Increasing evidence from sequence data from various environments, including the human gut, suggests the existence of a previously unknown putative seventh order of methanogens. The first genomic data from members of this lineage, Methanomassiliicoccus luminyensis and "Candidatus Methanomethylophilus alvus," provide insights into its evolutionary history and metabolic features. Phylogenetic analysis of ribosomal proteins robustly indicates a monophyletic group independent of any previously known methanogenic order, which shares ancestry with the Marine Benthic Group D, the Marine Group II, the DHVE2 group, and the Thermoplasmatales.

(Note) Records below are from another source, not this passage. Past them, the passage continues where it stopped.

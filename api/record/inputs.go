package record

import (
	"encoding/json"
	"fmt"
	"slices"
	"strings"

	"leat/api/wire"
	"leat/compute"
)

// An input is one line of what the request says: as it was given, and as it was used.
type input struct{ Name, Given, GivenUnit, Used, UsedUnit string }

// inputs lists the members of a request, and after them what it leaves to defaults.
func inputs(request node, system wire.System, profile bool) []input {
	var out []input
	listInputs(&out, "", "", request, system)
	absent := func(member, used, unit string) {
		if _, given := request.get(member); !given {
			out = append(out, input{words(member), "not given", "", used, unit})
		}
	}
	absent("units", "si in the calculation; the request counts as "+system.String(), "")
	absent("gravity", shown(compute.StandardGravity), unit(wire.SI, "gravity", -1))
	coefficient := "1"
	if zoned(request) {
		coefficient = "computed from the zones at every depth"
	}
	absent("energy_coefficient", coefficient, "")
	absent("momentum_coefficient", coefficient, "")
	if !profile {
		absent("barrels", "1", "")
		if rough, ok := request.get("roughness"); ok {
			out = append(out, lawDefaults(rough)...)
		}
	} else {
		absent("datum", "0 (unless stations have levels)", unit(wire.SI, "datum", -1))
		out = append(out, input{"barrels, where a reach or station names none", "not given", "", "1", ""})
	}
	return append(out, input{"density of water", "a constant", "", shown(compute.WaterDensity), "kg/m³"})
}

// lawDefaults are what a friction law takes where the request does not say.
func lawDefaults(rough node) []input {
	var out []input
	_, sand := rough.get("sand_roughness")
	_, viscosity := rough.get("kinematic_viscosity")
	if sand && !viscosity {
		out = append(out, input{"kinematic viscosity", "not given", "", "1.14e-6 (water at 15 °C)", "m²/s"})
	}
	_, rule := rough.get("combine")
	if _, zones := rough.get("zones"); zones && !rule {
		out = append(out, input{"combine", "not given", "", "divided", ""})
	}
	if _, bed := rough.get("bed"); bed && !rule {
		out = append(out, input{"combine", "not given", "", "horton_einstein", ""})
	}
	return out
}

// listInputs adds the numbers and words below a value. place is where it stands, parent the member that holds it.
func listInputs(out *[]input, place, parent string, n node, system wire.System) {
	switch v := n.value.(type) {
	case members:
		for _, m := range v {
			if m.value == nil {
				continue
			}
			name := words(m.key)
			if place != "" {
				name = place + " / " + name
			}
			member := m.key
			if _, isList := m.value.(items); !isList {
				if _, known := quantityOf(member, -1); !known {
					if _, above := quantityOf(parent, -1); above {
						member = parent // a number under a name of the caller's own, as a flow has
					}
				}
			}
			listInputs(out, name, member, m, system)
		}
	case items:
		if len(v) > 0 {
			if _, rows := v[0].value.(items); rows {
				for i := range v {
					*out = append(*out, rowInput(fmt.Sprintf("%s %d", place, i+1), parent, v[i].value, system))
				}
				return
			}
			if _, objects := v[0].value.(members); objects {
				for i := range v {
					listInputs(out, fmt.Sprintf("%s %d", place, i+1), parent, v[i], system)
				}
				return
			}
			*out = append(*out, rowInput(place, parent, v, system))
		}
	case json.Number:
		given := input{Name: place, Given: v.String(), GivenUnit: unit(system, parent, -1)}
		given.Used, given.UsedUnit = used(parent, -1, v, system), unit(wire.SI, parent, -1)
		*out = append(*out, given)
	default:
		*out = append(*out, input{Name: place, Given: n.text(), Used: n.text()})
	}
}

// rowInput is a list of numbers or words on one line. Its numbers have the unit of the list, or each that of its column.
func rowInput(place, member string, list any, system wire.System) input {
	in := input{Name: place}
	all, _ := list.(items)
	var givenUnits, usedUnits []string
	for i, n := range all {
		at := -1
		if _, tuple := quantityOf(member, i); tuple {
			at = i
		}
		given, inSI := n.text(), n.text()
		if literal, isNumber := n.value.(json.Number); isNumber {
			inSI = used(member, at, literal, system)
		}
		if i > 0 {
			in.Given += "; "
			in.Used += "; "
		}
		in.Given += given
		in.Used += inSI
		if _, isNumber := n.value.(json.Number); isNumber {
			givenUnits = append(givenUnits, unit(system, member, at))
			usedUnits = append(usedUnits, unit(wire.SI, member, at))
		}
	}
	in.GivenUnit = strings.Join(once(givenUnits), "; ")
	in.UsedUnit = strings.Join(once(usedUnits), "; ")
	return in
}

// once returns one unit where all are the same.
func once(units []string) []string {
	if len(units) > 1 && !slices.ContainsFunc(units, func(u string) bool { return u != units[0] }) {
		return units[:1]
	}
	return units
}

// used returns a number of the request in SI.
func used(member string, at int, literal json.Number, system wire.System) string {
	q, known := quantityOf(member, at)
	v, err := literal.Float64()
	if system == wire.SI || !known || err != nil {
		return literal.String()
	}
	return shown(system.ToSI(q, v))
}

// zoned says whether zones of a roughness set the coefficients of energy and momentum.
func zoned(request node) bool {
	found := false
	each(request, func(n node) {
		rough, _ := n.get("roughness")
		if _, zones := rough.get("zones"); zones {
			rule, given := rough.get("combine")
			found = found || !given || rule.value == "divided" || rule.value == "lotter"
		}
	})
	return found
}

// each visits a value and all below it.
func each(n node, visit func(node)) {
	visit(n)
	var below []node
	switch v := n.value.(type) {
	case members:
		below = v
	case items:
		below = v
	}
	for _, m := range below {
		each(m, visit)
	}
}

This phylogenetic position, along with the analysis of enzymes involved in core methanogenesis, strengthens a single ancient origin of methanogenesis in the Euryarchaeota and indicates further multiple independent losses of this metabolism in nonmethanogenic lineages than previously suggested. Genomic analysis revealed an unprecedented loss of the genes coding for the first six steps of methanogenesis from H₂/CO₂ and the oxidative part of methylotrophic methanogenesis, consistent with the fact that M. luminyensis and "Ca. M. alvus" are obligate H₂-dependent methylotrophic methanogens. Genomic data also suggest that these methanogens may use a large panel of methylated compounds. Phylogenetic analysis including homologs retrieved from environmental samples indicates that methylotrophic methanogenesis (regardless of dependency on H₂) is not restricted to gut representatives but may be an ancestral characteristic of the whole order, and possibly also of ancient origin in the Euryarchaeota. 16S rRNA and McrA trees show that this new order of methanogens is very diverse and occupies environments highly relevant for methane production, therefore representing a key lineage to fully understand the diversity and evolution of methanogenesis.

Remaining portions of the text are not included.